Published in the top-tier journal Vita, the research reports the discovery of SAGE1, a novel primate-specific, X-linked regulator governing cellular DNA damage responses.

Scientists have long observed that germ cells in humans and other primates exhibit significantly lower mutation rates than those of rodents such as mice. The discrepancy originates from a unique evolutionary adaptation: the SAGE1 gene exclusively exists in higher primates and is absent in rodents and other non-primate mammals.

Functioning as a rapid-response command hub at DNA damage lesions, SAGE1 is recruited to damaged sites within 30 seconds via its distinctive tandem repeat sequences. It systematically remodels DNA repair pathways through a precise three-step regulatory process, switching the cellular repair mode from the error-prone non-homologous end joining to high-fidelity homologous recombination. This functional switch substantially reduces spontaneous mutation risks in human germ cells.

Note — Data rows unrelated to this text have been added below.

// The scheduler is durable: a release scheduled on one server is published by the next one started on the same
// database, exactly once, both when the new server is up at the release's time and when no server was running then
// (published on start, with how late recorded); two servers running on one database publish a release once.
// Sources: the agreed contract (issue 7 item 3 and item 7); the database as the source of truth for what is
// scheduled, re-armed on start, and idempotent sending: the team handbook's architecture notes (common practice,
// no source).
import fs from 'node:fs';
import os from 'node:os';
import path from 'node:path';
import { eq } from 'drizzle-orm';
import { afterAll, describe, expect, it } from 'vitest';
import { releaseEvents } from '../../server/db/schema';
import { releaseSchema } from '../../shared/schemas/releases';
import { startTestServer, type TestServer } from '../helpers/testServer';
import { signedIn } from './bulletinsSetup';
import { approvedRelease, PRESS_ADDRESS, releaseFixture, schedule, until } from './releasesSetup';

const servers: TestServer[] = [];
// Our own database folder: a server given `databaseFile` leaves the file in place when it closes (a restart).
const dir = fs.mkdtempSync(path.join(os.tmpdir(), 'tocsin-releases-restart-'));
afterAll(async () => {
  for (const s of servers.reverse()) {
    s.services.releaseScheduler.stop();
    await s.close().catch(() => undefined);
  }
  fs.rmSync(dir, { recursive: true, force: true });
});

function publishEvents(srv: TestServer, id: number) {
  return srv.db.select().from(releaseEvents).where(eq(releaseEvents.releaseId, id)).all().filter((e) => e.action === 'publish');
}

describe('restart', () => {
  it('publishes once after a restart between scheduling and the time, also when the server was down at the time', async () => {
    const a = await startTestServer({ databaseFile: path.join(dir, 'restart.sqlite') });
    servers.push(a);
    const asA = await signedIn(a.url);
    const { bulletinId } = await releaseFixture(a, asA);
    a.services.releaseScheduler.start();
    const down = await approvedRelease(asA, bulletinId, 'Due while the server is down');
    const up = await approvedRelease(asA, bulletinId, 'Due after the restart');
    const downDue = Date.now() + 6000;
    const upDue = Date.now() + 16_000;
    expect((await schedule(asA.communications, down.id, new Date(downDue).toISOString())).status).toBe(200);
    expect((await schedule(asA.communications, up.id, new Date(upDue).toISOString())).status).toBe(200);
    // Server A goes away before either time (its scheduler first, then HTTP and SMTP fake); its database file stays.
    a.services.releaseScheduler.stop();
    expect(Date.now()).toBeLessThan(downDue);
    await a.close();
    servers.splice(servers.indexOf(a), 1);
    // Nothing runs at downDue.
    await new Promise((r) => setTimeout(r, Math.max(0, downDue - Date.now()) + 1000));

    const b = await startTestServer({ databaseFile: a.databaseFile, seed: false });
    servers.push(b);
    const startedAt = Date.now();
    const onStart = b.services.releaseScheduler.start();
    expect(onStart.map((p) => p.id)).toContain(down.id);
    const asB = await signedIn(b.url);

    const d = releaseSchema.parse((await asB.communications.get(`/api/releases/${down.id}`)).body);
    expect(d.state).toBe('published');
    expect(d.publication.publishedOnStart).toBe(true);
    expect(d.publication.lateByMs).toBeGreaterThanOrEqual(1000);
    expect(d.publication.lateByMs).toBe(Date.parse(d.publication.publishedAt!) - downDue);
    expect(d.events.filter((e) => e.action === 'publish')[0].comment).toMatch(/on start/);

    const u = await until(
      'the second release to be published by the new server',
      async () => releaseSchema.parse((await asB.communications.get(`/api/releases/${up.id}`)).body),
      (x) => x.state === 'published',
      90_000,
    );
    expect(Date.parse(u.publication.publishedAt!)).toBeGreaterThanOrEqual(upDue);
    // Published at its time by the re-armed timer, unless this loaded machine took longer than that to start B.
    expect(u.publication.publishedOnStart).toBe(startedAt > upDue);

    const pub = (await (await fetch(`${b.url}/api/public/releases`)).json()) as { releases: { slug: string }[] };
    expect(pub.releases.map((x) => x.slug).sort()).toEqual([d.publication.slug, u.publication.slug].sort());
    // Exactly once each: one publish event and one press e-mail per release.
    expect(publishEvents(b, down.id)).toHaveLength(1);
    expect(publishEvents(b, up.id)).toHaveLength(1);
    await until('two press e-mails', () => b.mail.messages(), (m) => m.filter((x) => x.to.includes(PRESS_ADDRESS)).length >= 2, 30_000);
    b.services.releaseScheduler.tick();
    await new Promise((r) => setTimeout(r, 1000));
    const press = (await b.mail.messages()).filter((x) => x.to.includes(PRESS_ADDRESS));
    expect(press.map((m) => m.subject).sort()).toEqual([`Press release ${down.number}: Due while the server is down`, `Press release ${up.number}: Due after the restart`].sort());
  }, 240_000);

  it('two servers on one database publish a release once', async () => {
    const a = await startTestServer({ databaseFile: path.join(dir, 'two.sqlite') });
    servers.push(a);
    const b = await startTestServer({ databaseFile: a.databaseFile, seed: false });
    servers.push(b);
    const asA = await signedIn(a.url);
    const { bulletinId } = await releaseFixture(a, asA);
    a.services.releaseScheduler.start();
    b.services.releaseScheduler.start();
    const r = await approvedRelease(asA, bulletinId, 'Two schedulers');
    const due = Date.now() + 2000;
    expect((await schedule(asA.communications, r.id, new Date(due).toISOString())).status).toBe(200);
    // B did not see the schedule change notification: it finds the release on its own look at the database (at most
    // maxSleepMs later) or A publishes it first; either way once.
    await until('publication', async () => releaseSchema.parse((await asA.communications.get(`/api/releases/${r.id}`)).body), (x) => x.state === 'published', 60_000);
    b.services.releaseScheduler.tick();
    a.services.releaseScheduler.tick();
    await until('the press e-mail', async () => [...(await a.mail.messages()), ...(await b.mail.messages())], (m) => m.some((x) => x.subject.includes('Two schedulers')), 30_000);
    await new Promise((res) => setTimeout(res, 1000));
    expect(publishEvents(a, r.id)).toHaveLength(1);
    const all = [...(await a.mail.messages()), ...(await b.mail.messages())].filter((x) => x.subject.includes('Two schedulers'));
    expect(all).toHaveLength(1);
  }, 180_000);
});
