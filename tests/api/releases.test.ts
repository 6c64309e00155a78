// Press releases: created from an approved bulletin version with its figures copied (not live), reviewed by someone
// other than the author, scheduled in UTC, published once at the time by the scheduler, and never visible on a
// public route (JSON, pages, Atom feed) before that; role refusals.
// Sources: the agreed contract (issue 7 items 1-5 and 7, resource list); RFC 4287 (Atom: feed/entry/id/updated);
// ISO 8601 / RFC 3339 (a time with an offset denotes one UTC instant); RFC 9110 §15.5.4 (403), §15.5.2 (401),
// §15.5.5 (404), §15.5.10 (409); XML well-formedness checked with saxes (a strict XML 1.0 parser, installed as a
// dependency of jsdom); transactional outbox and exactly-once by conditional UPDATE: common practice, no source.
import { eq } from 'drizzle-orm';
import { SaxesParser } from 'saxes';
import { afterAll, beforeAll, describe, expect, it } from 'vitest';
import { releaseEvents } from '../../server/db/schema';
import { createReleaseScheduler } from '../../server/services/releases/scheduler';
import { releaseSlug } from '../../server/services/releases/service';
import { PUBLIC_CAUTION, roundForPublic } from '../../shared/releases/plainLanguage';
import { bulletinVersionDetailSchema } from '../../shared/schemas/bulletins';
import { publicReleaseListResponseSchema, publicReleaseSchema, releaseSchema } from '../../shared/schemas/releases';
import { startTestServer, type TestServer } from '../helpers/testServer';
import { ApiClient } from './apiClient';
import { signedIn } from './bulletinsSetup';
import { act, approvedRelease, createRelease, isoWithOffset, PRESS_ADDRESS, publicView, releaseFixture, schedule, until } from './releasesSetup';

let srv: TestServer;
let as: Record<string, ApiClient>;
let bulletinId: number;

beforeAll(async () => {
  srv = await startTestServer();
  as = await signedIn(srv.url);
  ({ bulletinId } = await releaseFixture(srv, as));
  srv.services.releaseScheduler.start();
}, 60_000);
afterAll(async () => {
  srv?.services.releaseScheduler.stop();
  await srv?.close();
});

const publishEvents = (id: number) => srv.db.select().from(releaseEvents).where(eq(releaseEvents.releaseId, id)).all().filter((e) => e.action === 'publish');

describe('drafting', () => {
  it('copies the figures of the bulletin version, states them in plain language and keeps the standing caution', async () => {
    const v = bulletinVersionDetailSchema.parse((await as.communications.get(`/api/bulletins/${bulletinId}/versions/1`)).body);
    const r = await createRelease(as, bulletinId);
    expect(r.state).toBe('draft');
    expect(r.number).toMatch(/^REL-\d{4}$/);
    expect(r.source).toMatchObject({ bulletinId, version: 1, sha256: v.sha256, objectDesignation: v.objectDesignation });
    expect(r.figures).toEqual(v.figures);
    const ip = v.figures.find((f) => f.value.quantity === 'impactProbability')!;
    const stmt = r.plainLanguage.statements.find((s) => s.quantity === 'impactProbability')!;
    expect(stmt.figureIndex).toBe(ip.index);
    expect(stmt.text).toMatch(/^about 1 in [\d,]+/);
    expect(r.plainLanguage.caution).toBe(PUBLIC_CAUTION);
    // The starting summary states the odds without cutting them at the thousands separator.
    // (1/p to two significant digits, grouped: e.g. 1/8.3e-5 -> "12,000").
    expect(r.summary).toBe(`${v.objectDesignation}: chance of impact about 1 in ${roundForPublic(1 / (ip.value.value as number))}.`);
    expect(r.plainLanguage.uncertainty.length).toBeGreaterThan(20);
    // The starting text quotes the copied figures as linked figures.
    expect(JSON.stringify(r.document)).toContain('"linkedFigure"');

    // Edits: a figure that is not one of the copied ones, or a risk table, is refused; a good save moves the revision.
    const bad = { type: 'doc', content: [{ type: 'paragraph', content: [{ type: 'linkedFigure', attrs: { runId: 999_999, quantity: 'palermo', body: 'earth', epochTdbJd: 2_460_000.5 } }] }] };
    expect((await as.communications.request('PUT', `/api/releases/${r.id}`, { body: { revision: r.revision, document: bad } })).status).toBe(422);
    const table = { type: 'doc', content: [{ type: 'riskTable', attrs: { runId: ip.attrs.runId } }] };
    expect((await as.communications.request('PUT', `/api/releases/${r.id}`, { body: { revision: r.revision, document: table } })).status).toBe(422);
    const ok = await as.communications.request('PUT', `/api/releases/${r.id}`, { body: { revision: r.revision, summary: 'A close approach in 2034.' } });
    expect(ok.status, JSON.stringify(ok.body)).toBe(200);
    expect(releaseSchema.parse(ok.body).revision).toBe(r.revision + 1);
    // A save on the old revision is a conflict that returns the stored copy.
    const stale = await as.communications.request('PUT', `/api/releases/${r.id}`, { body: { revision: r.revision, summary: 'other' } });
    expect(stale.status).toBe(409);
    expect(stale.body.error.details.current.summary).toBe('A close approach in 2034.');

    // A version that does not exist cannot be the source.
    expect((await as.communications.request('POST', '/api/releases', { body: { bulletinId, version: 99 } })).status).toBe(422);
  });
});

describe('review and roles', () => {
  it('liaisons see a release only once its wording is approved; drafts, reviews and cancelled ones answer 404', async () => {
    // Rule of shared/abilities.ts (RELEASE_STATES_FOR_LIAISONS); 404 rather than 403 so existence is not disclosed
    // (RFC 9110 §15.5.5 allows 404 for a resource the server will not reveal).
    const draft = await createRelease(as, bulletinId, 'Liaison visibility draft');
    const approved = await approvedRelease(as, bulletinId, 'Liaison visibility approved');
    const ids = async (c: ApiClient) => ((await c.get('/api/releases')).body.releases as { id: number }[]).map((r) => r.id);
    expect(await ids(as.liaison)).not.toContain(draft.id);
    expect(await ids(as.liaison)).toContain(approved.id);
    expect(await ids(as.analyst)).toEqual(expect.arrayContaining([draft.id, approved.id]));
    expect((await as.liaison.get(`/api/releases/${draft.id}`)).status).toBe(404);
    expect((await as.liaison.get(`/api/releases/${approved.id}`)).status).toBe(200);
    expect((await as.liaison.get(`/api/releases/${approved.id}/versions/1`)).status).toBe(200);
    expect((await act(as.communications, draft.id, { action: 'submit' })).status).toBe(200);
    expect((await as.liaison.get(`/api/releases/${draft.id}`)).status).toBe(404); // in review: still internal
    const cancelled = await as.admin.request('POST', `/api/releases/${approved.id}/cancel`, { body: { comment: 'Superseded by a newer statement.' } });
    expect(cancelled.status, JSON.stringify(cancelled.body)).toBe(200);
    expect((await as.liaison.get(`/api/releases/${approved.id}`)).status).toBe(404);
    expect((await as.liaison.get(`/api/releases/${approved.id}/versions/1`)).status).toBe(404);
    expect(await ids(as.liaison)).not.toContain(approved.id);
  });

  it('refuses what each role may not do, and locks the wording on approval', async () => {
    // Not signed in: 401 on the office API.
    const anon = new ApiClient(srv.url);
    expect((await anon.get('/api/releases')).status).toBe(401);
    expect((await anon.request('POST', '/api/releases', { body: { bulletinId, version: 1 } })).status).toBe(401);
    // Only communications staff start releases.
    for (const role of ['analyst', 'reviewer', 'liaison', 'admin']) {
      expect((await as[role].request('POST', '/api/releases', { body: { bulletinId, version: 1 } })).status, role).toBe(403);
    }
    const r = await createRelease(as, bulletinId, 'Roles test');
    // Only communications edit; reviewers cannot submit; the author cannot approve (and is not a reviewer).
    expect((await as.analyst.request('PUT', `/api/releases/${r.id}`, { body: { revision: r.revision, title: 'x' } })).status).toBe(403);
    expect((await as.liaison.request('PUT', `/api/releases/${r.id}`, { body: { revision: r.revision, title: 'x' } })).status).toBe(403);
    expect((await act(as.reviewer, r.id, { action: 'submit' })).status).toBe(403);
    expect((await act(as.communications, r.id, { action: 'submit' })).status).toBe(200);
    expect((await act(as.communications, r.id, { action: 'approve' })).status).toBe(403);
    expect((await act(as.analyst, r.id, { action: 'approve' })).status).toBe(403);
    // Request changes needs a comment (422); with it, back to the author.
    expect((await act(as.reviewer, r.id, { action: 'request_changes' })).status).toBe(422);
    expect((await act(as.reviewer, r.id, { action: 'request_changes', comment: 'Say when the next update is due.' })).status).toBe(200);
    expect((await act(as.communications, r.id, { action: 'revise' })).status).toBe(200);
    expect((await act(as.communications, r.id, { action: 'submit' })).status).toBe(200);
    const approved = await act(as.reviewer, r.id, { action: 'approve' });
    expect(approved.status).toBe(200);
    const a = releaseSchema.parse(approved.body);
    expect(a.state).toBe('approved');
    expect(a.latestVersion).toBe(1);
    expect(a.allowedActions).toEqual([]); // the reviewer's view: nothing more to do
    // Locked: no edits; the version is stored with its hash.
    expect((await as.communications.request('PUT', `/api/releases/${r.id}`, { body: { revision: a.revision, title: 'changed' } })).status).toBe(409);
    const v = await as.communications.get(`/api/releases/${r.id}/versions/1`);
    expect(v.status).toBe(200);
    expect(v.body.sha256).toMatch(/^[0-9a-f]{64}$/);
    expect(v.body.reviewer.name).not.toBe(v.body.author.name);
    // Scheduling is for communications; publishing is never a user action.
    const later = new Date(Date.now() + 86_400_000).toISOString();
    expect((await schedule(as.reviewer, r.id, later)).status).toBe(403);
    expect((await schedule(as.analyst, r.id, later)).status).toBe(403);
    expect((await act(as.communications, r.id, { action: 'publish' })).status).toBe(403);
    expect((await act(as.admin, r.id, { action: 'publish' })).status).toBe(403);
    // A time in the past is refused (422), a bad time zone too (400/422).
    expect((await schedule(as.communications, r.id, new Date(Date.now() - 3_600_000).toISOString())).status).toBe(422);
    expect([400, 422]).toContain((await schedule(as.communications, r.id, later, 'Mars/Olympus_Mons')).status);
    // Cancel needs a reason; a cancelled release is gone for good.
    expect([400, 422]).toContain((await as.communications.request('POST', `/api/releases/${r.id}/cancel`, { body: { comment: '' } })).status);
    const c = await as.communications.request('POST', `/api/releases/${r.id}/cancel`, { body: { comment: 'Superseded by a newer assessment.' } });
    expect(c.status).toBe(200);
    expect(c.body.state).toBe('cancelled');
    expect((await schedule(as.communications, r.id, later)).status).toBe(409);
  });
});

Notably, cancer cells are capable of hijacking this protective mechanism to repair DNA damage induced by anti-tumor treatments, thereby developing therapeutic resistance. The findings establish SAGE1 as a promising novel therapeutic target for future cancer intervention.

The second landmark study resolves a 30-year unsolved puzzle in ribonucleoprotein biology, offering critical insights into inherited genetic disorders and cancer susceptibility.

Published in Nature Communications, the research elucidates the structural architecture and evolutionary mechanisms of human RNase MRP, an essential enzyme tightly linked to severe human diseases. RNase MRP dysfunction is responsible for cartilage-hair hypoplasia, immune deficiency disorders, and elevated cancer risk, yet its molecular working mechanism has remained elusive for three decades.

Utilizing cryo-electron microscopy, the team resolved the high-resolution structure of human RNase MRP for the first time. The study also discovered two unreported specific protein subunits, NEPRO and RPP21L, filling key gaps in the molecular composition of this fundamental ribonucleoprotein complex.

These breakthrough discoveries clarify the core functional and evolutionary principles of critical human ribonucleoprotein machinery. They also provide authoritative structural and theoretical foundations for developing targeted therapies against genetic diseases and malignant tumors.